Alice eyed her curiously. “If it’s not functioning anymore, then it isn’t a test. Wouldn’t that be a good thing?”

“Not if the test was originally the way to escape this place,” Delilah said.

Silence stretched between them, punctuated only by the sounds of their footfalls crunching up the dry, crumbling path.

“Can’t you just call Solla?” Alice asked. “That’s what you did in the Final Frontier, and that got us home just fine. We could never really be stuck anywhere, if you think about it.”

Delilah bowed her head. “I’ve… been calling her. In my heart. Just like I did on the Western Plains, but… she’s not answering.”

Alice stopped, staring at her. “Not answering? Or… she can’t hear you?”

Delilah stared back at her. But she didn’t trust herself to speak. She hated to admit it, and she covered it over with her analytical way of tackling their new circumstance, but…

She was frightened. If Solla couldn’t hear her, were they trapped where no one would ever find them? And if Solla could hear, but just wasn’t responding, what might that mean? Did it mean that Delilah couldn’t hear her? Had the Lingering Will done more damage than she knew? Had it severed their connection somehow? Why would Solla just not answer her? She couldn’t think of any reason, and that left her thinking that the problem was either this Location…

Or herself.

“Whoa, whoa, hold the scary expressions,” Alice said, gripping Delilah by the shoulders and staring at her with white eyes. “If you’re worried about something, say so. Don’t keep the heavy stuff to yourself. That’s what you taught me, you know.”

Delilah was caught off-guard by that simple assessment.

That’s right. I’m her big sister. I promised myself I’d do right by her, and I’ve helped her so much. After all she’s been through, all she was made to be, all she’s done… she needs someone to show her the right way forward.

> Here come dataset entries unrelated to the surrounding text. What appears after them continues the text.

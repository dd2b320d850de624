package server

import (
	"regexp"
	"strings"
	"time"

	"github.com/labstack/echo/v4"

	"tripwell/store"
)

var siteCode = regexp.MustCompile(`^[A-Za-z0-9-]{2,12}$`)

// zonesOffered are time zones to choose from while typing; any IANA name may be typed.
var zonesOffered = []string{
	"America/New_York", "America/Chicago", "America/Denver", "America/Phoenix", "America/Los_Angeles", "America/Anchorage", "Pacific/Honolulu",
	"America/Toronto", "America/Vancouver", "America/Mexico_City", "America/Puerto_Rico", "Europe/London", "Europe/Dublin", "Europe/Berlin",
	"Europe/Madrid", "Europe/Paris", "Australia/Sydney", "Pacific/Auckland", "UTC",
}

func (s *Server) siteNew(c echo.Context) error {
	f, err := s.blankForm(map[string]string{"standard": "NEC"})
	if err != nil {
		return err
	}
	return s.formBack(c, f, s.siteForm(c, nil))
}

func (s *Server) siteCreate(c echo.Context) error {
	f, err := s.typedForm(c)
	if err != nil {
		return err
	}
	record, subject := f.id(recordField), f.id(subjectField)
	code := strings.ToUpper(f.needed("code", s.words.Say("office.site.code"), 12))
	if code != "" && !siteCode.MatchString(code) {
		f.refuse("code", s.words.Say("office.form.code"))
	}
	set := s.siteSet(f)
	set["code"] = code
	if f.ok() {
		err := s.append(c, store.Draft{ID: record, Kind: "site.registered", Log: subject, Subject: subject, Body: map[string]any{"set": set}})
		if err == nil {
			return toPage(c, "/sites/"+code)
		}
		if err := f.takeRefusal(err); err != nil {
			return err
		}
	}
	return s.formBack(c, f, s.siteForm(c, nil))
}

func (s *Server) siteEdit(c echo.Context) error {
	site, err := s.siteOf(c)
	if err != nil {
		return err
	}
	f, err := s.editForm(siteValues(site), site.Conflicts)
	if err != nil {
		return err
	}
	return s.formBack(c, f, s.siteForm(c, &site))
}

func (s *Server) siteUpdate(c echo.Context) error {
	site, err := s.siteOf(c)
	if err != nil {
		return err
	}
	f, err := s.typedForm(c)
	if err != nil {
		return err
	}
	record, set := f.id(recordField), s.siteSet(f)
	f.meanwhile(siteValues(site))
	if f.ok() {
		if len(set) > 0 {
			err = s.append(c, store.Draft{ID: record, Kind: "site.set", Log: site.ID, Subject: site.ID, Body: f.setBody(set)})
		}
		if err == nil {
			return toPage(c, siteHref(site))
		}
		if err := f.takeRefusal(err); err != nil {
			return err
		}
	}
	return s.formBack(c, f, s.siteForm(c, &site))
}

// siteValues are a site's fields as its form shows them.
func siteValues(site store.Site) map[string]string {
	return map[string]string{"name": site.Name, "zone": site.Zone, "address": site.Address, "standard": site.Standard}
}

// siteSet reads what a site form may change.
func (s *Server) siteSet(f *typedForm) map[string]any {
	set := map[string]any{}
	f.setText(set, "name", "name", f.needed("name", s.words.Say("office.site.name"), 120))
	zone := f.needed("zone", s.words.Say("office.site.zone"), 60)
	if _, err := time.LoadLocation(zone); zone != "" && (err != nil || zone == "Local") {
		f.refuse("zone", s.words.Say("office.form.zone"))
	}
	f.setText(set, "zone", "zone", zone)
	f.setText(set, "address", "address", f.line("address", 300))
	f.setText(set, "standard", "standard", f.choice("standard", "NEC", "IEC"))
	return set
}

// siteForm is the page of a new site, or of one that is there.
func (s *Server) siteForm(c echo.Context, site *store.Site) formPage {
	k := s.ink()
	fields := []field{
		{Name: "name", Label: k.say("office.site.name"), Required: true},
		{Name: "code", Label: k.say("office.site.code"), Hint: k.say("office.site.code_hint"), Required: true},
		{Name: "zone", Label: k.say("office.site.zone"), Hint: k.say("office.site.zone_hint"), Required: true, Known: zonesOffered},
		{Name: "standard", Label: k.say("office.site.standard"), Required: true, Options: choices("", "NEC", k.say("office.site.nec"), "IEC", k.say("office.site.iec"))},
		{Name: "address", Label: k.say("office.site.address"), Type: "text-area", Wide: true},
	}
	p := formPage{
		Frame: s.frame(c, k.say("office.site.new"), "sites"), Heading: k.say("office.site.new_head"), Lead: k.say("office.site.new_lead"),
		Action: "/sites", Submit: k.say("office.site.save_new"), Cancel: "/sites",
	}
	if site != nil {
		fields = append(fields[:1:1], fields[2:]...)
		p.Frame = s.frame(c, k.say("office.site.edit"), "sites")
		p.Heading, p.Lead, p.Submit = k.say("office.site.edit_head", "name", site.Name), "", k.say("office.site.save")
		p.Crumbs = []link{{Href: siteHref(*site), Text: site.Name}}
		p.Action, p.Cancel = siteHref(*site)+"/edit", siteHref(*site)
	}
	p.Groups = []fieldGroup{{Fields: fields}}
	return p
}

// siteOf reads the site an address names.
func (s *Server) siteOf(c echo.Context) (site store.Site, err error) {
	err = s.store.View(scope(c), func(v *store.View) (err error) {
		site, err = v.Site(c.Param("site"))
		return err
	})
	return site, err
}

I’ve been able to be that. If I falter now, that’s the worst thing I could do. She needs me to be my best, no matter what.

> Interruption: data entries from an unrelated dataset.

package server

import (
	"slices"
	"strings"

	"github.com/labstack/echo/v4"

	"tripwell/forms"
	"tripwell/store"
)

// sourceMap reads the map a device's source is chosen on: that of its circuit, else what is around it.
func (s *Server) sourceMap(c echo.Context, d store.Device) (p *store.Protection, circuit string, err error) {
	circuit, _ = d.Fields["circuit"].(string)
	err = s.store.View(scope(c), func(v *store.View) (err error) {
		site, err := v.Site(d.Site)
		if err != nil {
			return err
		}
		if circuit != "" {
			if p, err = v.ProtectionOn(circuit, s.today(site)); err == nil {
				return nil
			}
		}
		p, err = v.ProtectionOf(d.ID, s.today(site))
		return err
	})
	return p, circuit, err
}

// deviceSources are the devices one may hang on by LOAD terminals: the others of its circuit, and one of elsewhere where it is
// chosen. Nothing to choose from where the map cannot be read.
func (s *Server) deviceSources(c echo.Context, d store.Device, chosen string) []option {
	p, circuit, err := s.sourceMap(c, d)
	if err != nil {
		return nil
	}
	own, _ := p.Device(d.ID)
	own.ID, own.Source = d.ID, ""
	if named, _ := d.Fields["fed_by"].(string); named != "" {
		own.Source = named
	}
	out := s.sourcesOffered(p, alongCircuit(p, circuit), own)
	if other, _, err := s.deviceAt(c, chosen); err == nil && other.Site == d.Site && !slices.ContainsFunc(out, func(o option) bool { return o.Value == chosen }) {
		out = append(out, option{Value: chosen, Text: s.elsewhere(other.DeviceRow)})
	}
	return out
}

// elsewhere names a source of another circuit, with that circuit.
func (s *Server) elsewhere(d store.DeviceRow) string {
	return joined(s.spotIn(d), circuit(d), s.ink().tag(d.Tag))
}

// sourcesNamed are what may be typed for a source of the site that stands on no list: devices that switch off on a ground fault.
func (s *Server) sourcesNamed(c echo.Context, d store.Device) (known []string) {
	const most = 200
	err := s.store.View(scope(c), func(v *store.View) error {
		for row, err := range v.Devices(d.Site) {
			if err != nil || len(known) == most {
				return err
			}
			if row.ID != d.ID && !row.Retired && forms.Protects(row.Kind) && !forms.IsPortable(row.Kind) {
				known = append(known, s.elsewhere(row))
			}
		}
		return nil
	})
	if err != nil {
		return nil
	}
	return known
}

// sourceTyped reads a source of the site by its tag or by words of its spot, room, panel and circuit, and chooses it.
func (s *Server) sourceTyped(c echo.Context, d store.Device, f *typedForm) error {
	typed := f.line("fed_find", 200)
	if typed == "" {
		return nil
	}
	var found []store.DeviceRow
	err := s.store.View(scope(c), func(v *store.View) error {
		match, k := newSearch(strings.ReplaceAll(typed, "·", " ")), s.ink()
		for row, err := range v.Devices(d.Site) {
			if err != nil {
				return err
			}
			switch {
			case row.ID == d.ID || row.Retired || forms.IsPortable(row.Kind):
			case s.elsewhere(row) == typed:
				found = []store.DeviceRow{row}
				return nil
			case match.hits(row, k):
				found = append(found, row)
			}
		}
		return nil
	})
	switch {
	case err != nil:
		return err
	case len(found) == 0:
		f.refuse("fed_find", s.words.Say("office.device.source_none"))
	case len(found) > 1:
		var names []string
		for _, row := range found[:min(len(found), 5)] {
			names = append(names, s.elsewhere(row))
		}
		f.refuse("fed_find", s.words.Say("office.device.source_many", "n", len(found), "list", strings.Join(names, "; ")))
	default:
		f.Set("fed_by", found[0].ID)
	}
	return nil
}

// sourceInput refuses a source that is none of the site, and one that would close a loop.
func (s *Server) sourceInput(c echo.Context, d store.Device, f *typedForm) error {
	if !f.Has("fed_by") || !f.changed("fed_by") {
		return nil
	}
	source := f.Get("fed_by")
	if !slices.ContainsFunc(s.deviceSources(c, d, source), func(o option) bool { return o.Value == source }) {
		f.refuse("fed_by", s.words.Say("office.form.choice"))
	}
	return s.store.View(scope(c), func(v *store.View) error {
		p, err := v.SiteProtection(d.Site, forms.DayOf(s.store.Now())) // a source of another circuit may close a loop over the whole site
		if err == nil && len(p.With(map[string]string{d.ID: source})) > 0 {
			f.refuse("fed_by", s.words.Say("office.circuit.would_loop"))
		}
		return err
	})
}

// usualOptions are the kinds of place a place may be said to be.
func (s *Server) usualOptions(c echo.Context, site store.Site) []option {
	k := s.ink()
	out := optional(k.say("office.protection.by_names"), forms.NoUsualPlace, k.say("office.protection.none_of_them"))
	err := s.store.View(scope(c), func(v *store.View) error {
		list, _, err := v.UsualPlaces(site.ID, s.today(site))
		if err != nil || list == nil {
			return err
		}
		for _, p := range list.Places {
			out = append(out, option{Value: p.Place, Text: p.Name})
		}
		return nil
	})
	if err != nil {
		return out[:2]
	}
	return out
}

So Delilah told her about her fears. What if Solla couldn’t hear her? Perhaps this Location was cut off from the rest of the Dominion, or even the rest of the universe. But what if it was something worse? What if the Lingering Will had cut Delilah off from Solla?

“Whatever he did to you, we’ll figure out how to fix it,” Alice said, cupping Delilah’s left cheek — the one with the mark left by the Lingering Will — in her hand. She chuckled. “I kinda sounded like you and your siblings there, huh? That’s just what you would say, normally. And besides, we don’t know if he’s cut you off from her, you know?” She jabbed a thumb towards the chapel’s open doorway. “Let’s finish investigating this place before we jump to conclusions. That’s the Delilah way.”

Delilah smiled, nodded, and started into the chapel. “Thanks,” she said.

“Hey, it feels good being able to give you some of your own advice,” Alice said, grinning.

Inside the chapel, they found only a pair of pews remaining, charred completely black. When Alice lightly tapped one, the edge of it crumbled away. Uncountable shards of stained glass and metal reinforcements littered the floor. The two remaining stained glass windows were hard to make out, occluded by uncounted centuries of inattention. No one had ever been here to dust them, or clean them, or maintain their integrity and splendor.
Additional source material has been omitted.